We can build a Laplacian stack by first creating a Gaussian stack, then subtracting adjacent entries in the Gaussian stack.

Laplacian stack [0]
Laplacian stack [1]
Laplacian stack [2]
Laplacian stack [3]
Laplacian stack [4]
Laplacian stack [5]
Laplacian stack [0]
Laplacian stack [1]
Laplacian stack [2]
Laplacian stack [3]
Laplacian stack [4]
Laplacian stack [5]

Part 2.4 | Multiresolution Blending

What can we do with these stacks? One cool application is multiresolution blending, or the seamless blending of 2 images.

We want to merge an apple and orange to create an 'oraple'. We need a mask to define the place we want to blend the images together, such as the vertical middle line. Then, we want to build up our blended image by considering different frequency bands separately. For high frequency bands, we apply a sharp mask to the sub-band image, and for low frequency bands, we apply a blurry mask to the sub-band image.

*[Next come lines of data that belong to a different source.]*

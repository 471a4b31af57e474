import { spawnSync } from 'node:child_process';
import { cpSync, mkdirSync, mkdtempSync, rmSync, symlinkSync, writeFileSync } from 'node:fs';
import { tmpdir } from 'node:os';
import path from 'node:path';
import { afterEach, beforeEach, describe, expect, it } from 'vitest';

/** A small copy of the project, so that a checker can be shown something bad without the project having it. */
let root: string;

beforeEach(() => {
  // Not below node_modules, which the checkers leave alone.
  root = mkdtempSync(path.join(tmpdir(), 'strutbee-tooling-'));
  for (const file of [
    'tsconfig.json',
    'package.json',
    'eslint.config.js',
    '.dependency-cruiser.cjs',
    '.prettierrc.json',
  ]) {
    cpSync(file, path.join(root, file));
  }
  symlinkSync(path.resolve('node_modules'), path.join(root, 'node_modules'));
});
afterEach(() => rmSync(root, { recursive: true, force: true }));

function put(file: string, text: string): void {
  const target = path.join(root, file);
  mkdirSync(path.dirname(target), { recursive: true });
  writeFileSync(target, text);
}

function run(tool: string, args: string[]): { code: number | null; output: string } {
  const done = spawnSync(process.execPath, [path.resolve('node_modules', tool), ...args], {
    cwd: root,
    encoding: 'utf8',
  });
  return { code: done.status, output: `${done.stdout}${done.stderr}` };
}

const cruise = () =>
  run('dependency-cruiser/bin/dependency-cruise.mjs', [
    'shared',
    'server',
    'src',
    '--config',
    '.dependency-cruiser.cjs',
  ]);

/** A tree that keeps every import rule. */
function goodTree(): void {
  put('shared/kernel/ids.ts', 'export const id = 1;\n');
  put('shared/accounts/index.ts', "export { id } from '../kernel/ids';\n");
  put('shared/safety/index.ts', "export { id } from '../accounts';\n");
  put('server/app.ts', "export { a } from './modules/accounts';\n");
  put('server/modules/accounts/index.ts', "export { a } from './a.service';\n");
  put('server/modules/accounts/a.service.ts', 'export const a = 1;\n');
  put('server/modules/people/index.ts', "export { a } from '../accounts';\n");
  put('src/features/bench/a.ts', 'export const a = 1;\n');
  put('src/features/crib/b.ts', 'export const b = 1;\n');
  put('src/lib/c.ts', 'export const c = 1;\n');
}

describe('import rules', () => {
  it('dependency-cruiser > a tree that keeps the rules > passes', () => {
    goodTree();
    expect(cruise()).toMatchObject({ code: 0 });
  });

  it.each([
    ['shared-order-accounts', 'shared/accounts/index.ts', "export { id } from '../safety';\n"],
    ['shared-is-pure', 'shared/safety/x.ts', "import fs from 'node:fs';\nexport const x = fs;\n"],
    ['kernel-knows-nobody', 'shared/kernel/x.ts', "export { id } from '../accounts';\n"],
    ['client-knows-no-server', 'src/lib/x.ts', "export { a } from '../../server/app';\n"],
    ['server-knows-no-client', 'server/http/x.ts', "export { c } from '../../src/lib/c';\n"],
    ['features-are-strangers', 'src/features/bench/x.ts', "export { b } from '../crib/b';\n"],
    ['common-parts-know-no-feature', 'src/lib/x.ts', "export { b } from '../features/crib/b';\n"],
    [
      'modules-meet-at-the-index',
      'server/modules/people/x.ts',
      "export { a } from '../accounts/a.service';\n",
    ],
    [
      'plumbing-meets-modules-at-the-index',
      'server/http/x.ts',
      "export { a } from '../modules/accounts/a.service';\n",
    ],
    [
      'typeorm-stays-in-its-place',
      'server/modules/people/x.service.ts',
      "import { DataSource } from 'typeorm';\nexport const x = DataSource;\n",
    ],
    [
      'express-stays-in-its-place',
      'server/modules/people/x.service.ts',
      "import express from 'express';\nexport const x = express;\n",
    ],
    [
      'sockets-stay-in-their-place',
      'server/modules/people/x.service.ts',
      "import { Server } from 'socket.io';\nexport const x = Server;\n",
    ],
    ['a-folder-on-no-list', 'server/helpers/x.ts', 'export const x = 1;\n'],
    ['a-folder-on-no-list', 'src/features/wishes/x.ts', 'export const x = 1;\n'],
    ['not-to-unresolvable', 'src/lib/x.ts', "export { b } from './nowhere';\n"],
  ])('dependency-cruiser > %s broken in %s > fails and names the rule', (rule, file, text) => {
    goodTree();
    put(file, text);
    const { code, output } = cruise();
    expect(output).toContain(rule);
    expect(code).not.toBe(0);
  });

  it('dependency-cruiser > two files that import each other > fails as a cycle', () => {
    goodTree();
    put('src/lib/x.ts', "import { y } from './y';\nexport const x = () => y;\n");
    put('src/lib/y.ts', "import { x } from './x';\nexport const y = () => x;\n");
    expect(cruise().output).toContain('no-cycles');
  });
});

describe('lint', () => {
  const lint = () => run('eslint/bin/eslint.js', ['.', '--max-warnings', '0', '--ignore-pattern', '*.cjs']);

  it.each([
    ['no-explicit-any', 'shared/kernel/x.ts', '/** X. */\nexport const x = (a: any) => a;\n'],
    ['no-floating-promises', 'server/http/x.ts', 'export const x = () => { Promise.resolve(1); };\n'],
    ['no-console', 'server/http/x.ts', "export const x = () => console.log('x');\n"],
    ['jsdoc/require-jsdoc', 'shared/kernel/x.ts', 'export function x(a: number) {\n  return a;\n}\n'],
    [
      'react-hooks/rules-of-hooks',
      'src/lib/x.tsx',
      "import { useState } from 'react';\nexport function X({ a }: { a: boolean }) {\n  if (a) return null;\n  const [b] = useState(1);\n  return <p>{b}</p>;\n}\n",
    ],
    [
      'switch-exhaustiveness-check',
      'shared/kernel/x.ts',
      "/** X. */\nexport function x(a: 'b' | 'c') {\n  switch (a) {\n    case 'b':\n      return 1;\n  }\n  return 2;\n}\n",
    ],
  ])('eslint > %s > fails and names the rule', (rule, file, text) => {
    put(file, text);
    const { code, output } = lint();
    expect(output).toContain(rule);
    expect(code).toBe(1);
  });
});

describe('format, types, dead code', () => {
  it('prettier > a file with other quotes > fails and names the file', () => {
    put('shared/kernel/x.ts', 'export const x = "x"\n');
    const { code, output } = run('prettier/bin/prettier.cjs', ['--check', 'shared']);
    expect(output).toContain('shared/kernel/x.ts');
    expect(code).toBe(1);
  });

  it('tsc > a number where text is wanted > fails', () => {
    put('shared/kernel/x.ts', 'export const x: string = 1;\n');
    const { code, output } = run('typescript/bin/tsc', [
      '-p',
      '.',
      '--incremental',
      'false',
      '--tsBuildInfoFile',
      'null',
    ]);
    expect(output).toContain('TS2322');
    expect(code).not.toBe(0);
  });

  it('knip > a file nobody imports > fails and names it', () => {
    put('knip.json', '{ "entry": ["server/main.ts"], "project": ["server/**/*.ts"] }');
    put('server/main.ts', 'export {};\n');
    put('server/forgotten.ts', 'export const x = 1;\n');
    const { code, output } = run('knip/bin/knip.js', ['--include', 'files']);
    expect(output).toContain('server/forgotten.ts');
    expect(code).not.toBe(0);
  });
});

Intuitively, this makes sense because it is natural to blend two images by their low frequency structure rather than high frequency details. That is, it would be better to blend the fruits by their smooth surfaces (low frequency) rather than their unique textures (high frequency).

The multiresolution blending algorithm is as follows:

  1. Inputs: image1, image2, mask1, mask2, n
  2. Create a Gaussian stack with n layers for mask1, mask2 (say gstack1, gstack2)
  3. Create a Laplacian stack with n layers for image1, image2 (say lstack1, lstack2)
  4. For i from 1 to n, created a blended image = gstack1[i] * lstack1[i] + gstack2[i] * lstack2[i]
  5. Return the summation of the n the blended images

From left to right, we have the following at each level: The left mask, the left frequencies * the left mask, the blended image, the right frequencies * the right mask, the right mask. The top level shows the highest frequencies while the bottom level shows the lowest frequencies. Below is the final image.

Oraple

Oraple

Orangiwi

Orangiwi

Irregular Masks

Now we're going to try the same process but with an irregular mask (one that isn't horizontal/vertical).

Epic Jumpshot

Epic Jumpshot

Conclusion

This project was a ton of fun! The most important thing I learned is that interpreting an image as a bunch of low and high frequency components can be helpful in building intuition on how image processing techniques actually work.